Nggak tau kenapa, gue pengen aja ngebantah perintahnya kak nanda. Di suruh mandi, menurut gue sama aja kaya disuruh nonton tv. Haha. “acara apaan sih nih nggak ada yang bagus.” Remote yang gue ambil terus aja gue pencet-pencet tombol nomornya. Siapa tahu ada yang bagus. Males aja kan, pagi pagi  udah disuguhi sinetron.
“ini boleh juga di tonton. Lumayan lah dari pada sinetron.” Sekedar info aja nih ya. Meski gue udah SMA kelas satu dengan umur gue yang hampir 16 ini, gue nggak pernah bosen tuh kalo disuruh nonton spongebob. Bayangin aja, dari kecil sampe sekarang tontonannya itu mulu. Bahkan dari libur atau sekolahpun gue juga nontonnya itu. Tapi, jangan salah. Muka gue nggak kaya spongebob kok. Hehe. Di balik itu, nggak tau kenapa, gue paling benci sama yang namanya sinetron. Yah, lebay aja kalau menurut gue. Pertama ngebosenin. Kedua, cuma muter-muter aja deh kayaknya semua sinetron. Ketiga, pasti pemeran utamanya make jasa aktris atau aktor yang lagi naik daun. Emang sinetron disini nyari isi cerita apa pemainnya sih?. Keempat, pasti bagusnya cuma diawal episode doang. Dan kelima alias yang terakhir dan yang paling penting. Kenapa sih semua sinetron mayoritas bisa ditebak dari awal ceritanya?nggak surprise banget kan? Apalagi nih, gue bocorin ya. Gue paling suka kalo di kasih surprise. Tapi yaudah lah ya, ngapain gue jadi curhat. Duh duuhh.
~ameliora~
Byuuurr. Byurrr. “tiba –tiba, cinta datang kepadaku.. disaat ku mulai mencari cinta. Tiba-tiba cinta datang kepadaku.. ku harap dia rasakan yang sama.” Nyanyi adalah salah satu kebiasaan gue di kamar mandi. Makin dingin bukannya makin tambah cepet-cepet mandinya tapi malah tambah lama gara-gara nyanyi. Haha. Cukup lama gue mandi, akhirnya gue sampe kamar dengan lari maraton biar nggak tambah dingin. Brrrr.

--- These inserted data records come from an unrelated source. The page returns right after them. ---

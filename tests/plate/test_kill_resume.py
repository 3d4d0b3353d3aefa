"""A run killed (SIGKILL) at random points and resumed gives one result per well and the uninterrupted verdicts."""

from __future__ import annotations

import os
import random
import signal
import subprocess
import sys
import time

import pytest

from nmrcheck.plate import ResultsStore


def _stored(out) -> int:
    """Wells with a stored result so far (0 before the database exists)."""
    if not (out / "results.sqlite").exists():
        return 0
    try:
        with ResultsStore(out) as store:
            return len(store.finished())
    except Exception:  # noqa: BLE001 - the run may be creating the database right now
        return 0


def _command(manifest, out):
    return [sys.executable, "-m", "nmrcheck", "plate", "run", str(manifest), "--out", str(out), "--workers", "2", "--no-report"]


@pytest.mark.slow
def test_killed_runs_resume_to_the_same_verdicts(plate_manifest, screened_plate, tmp_path):
    _, reference_out, _ = screened_plate
    with ResultsStore(reference_out) as store:
        reference = {w: r.verdict for w, r in store.current().items()}
    out = tmp_path / "killed"
    seed = random.randrange(1_000_000)
    rng = random.Random(seed)
    env = dict(os.environ, PYTHONUNBUFFERED="1")
    kills = 0
    # Kill points: after 1-5 more wells are stored (so every kill lands mid-plate), plus a random delay.
    for _ in range(3):
        target = min(_stored(out) + rng.randint(1, 5), len(reference) - 1)
        # New session: the kill reaches the run and its worker processes, and nothing else.
        proc = subprocess.Popen(_command(plate_manifest, out), stdout=subprocess.DEVNULL, stderr=subprocess.DEVNULL, start_new_session=True, env=env)
        deadline = time.monotonic() + 60
        while proc.poll() is None and _stored(out) < target and time.monotonic() < deadline:
            time.sleep(0.02)
        time.sleep(rng.uniform(0.0, 0.15))
        if proc.poll() is None:
            os.killpg(proc.pid, signal.SIGKILL)
            kills += 1
        proc.wait(timeout=30)
    final = subprocess.run(_command(plate_manifest, out), capture_output=True, text=True, timeout=300, env=env)
    assert final.returncode == 0, final.stderr
    with ResultsStore(out) as store:
        current = store.current()
        history = store.count_history()
        runs = store.runs()
    assert set(current) == set(reference), f"seed {seed}"
    # One transaction per well and resume skipping finished wells: no well is screened twice.
    assert history == len(reference), f"seed {seed}: {history} results recorded for {len(reference)} wells"
    assert {w: r.verdict for w, r in current.items()} == reference, f"seed {seed}"
    assert runs[-1].status == "complete"
    assert kills >= 2, f"seed {seed}: only {kills} run(s) were still going when killed"
    assert sum(r.status == "interrupted" for r in runs) == kills, f"seed {seed}"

Nggak cukup sekali pagi ini gue ngaca. Gue seneng banget. Bukan karena baju baru. Apalagi peralatan make up baru. Gue kan paling males kalau disuruh dandan. Tapi, pagi ini gue bakalan ketemu sama cowok gue. Walaupun udah biasa gue ketemu, tapi pagi ini beda. Soalnya, dari tadi malem gue udah berdoa sama Tuhan biar di kasih semangat buat ketemuan sama dia. Gue nggak berharap apa-apa kok. Gue cuma berharap hari ini Tuhan menghapus sederet ganjelan yang bakal mengganggu acara gue sama dia. Tuhan emang baik. Dia udah ngabulin apa mau gue. Ortu pergi. Adik gue main. Kakak gue pergi makan sama temen-temennya. Kurang apa coba? Wajar aja kan kalau gue tambah semangat?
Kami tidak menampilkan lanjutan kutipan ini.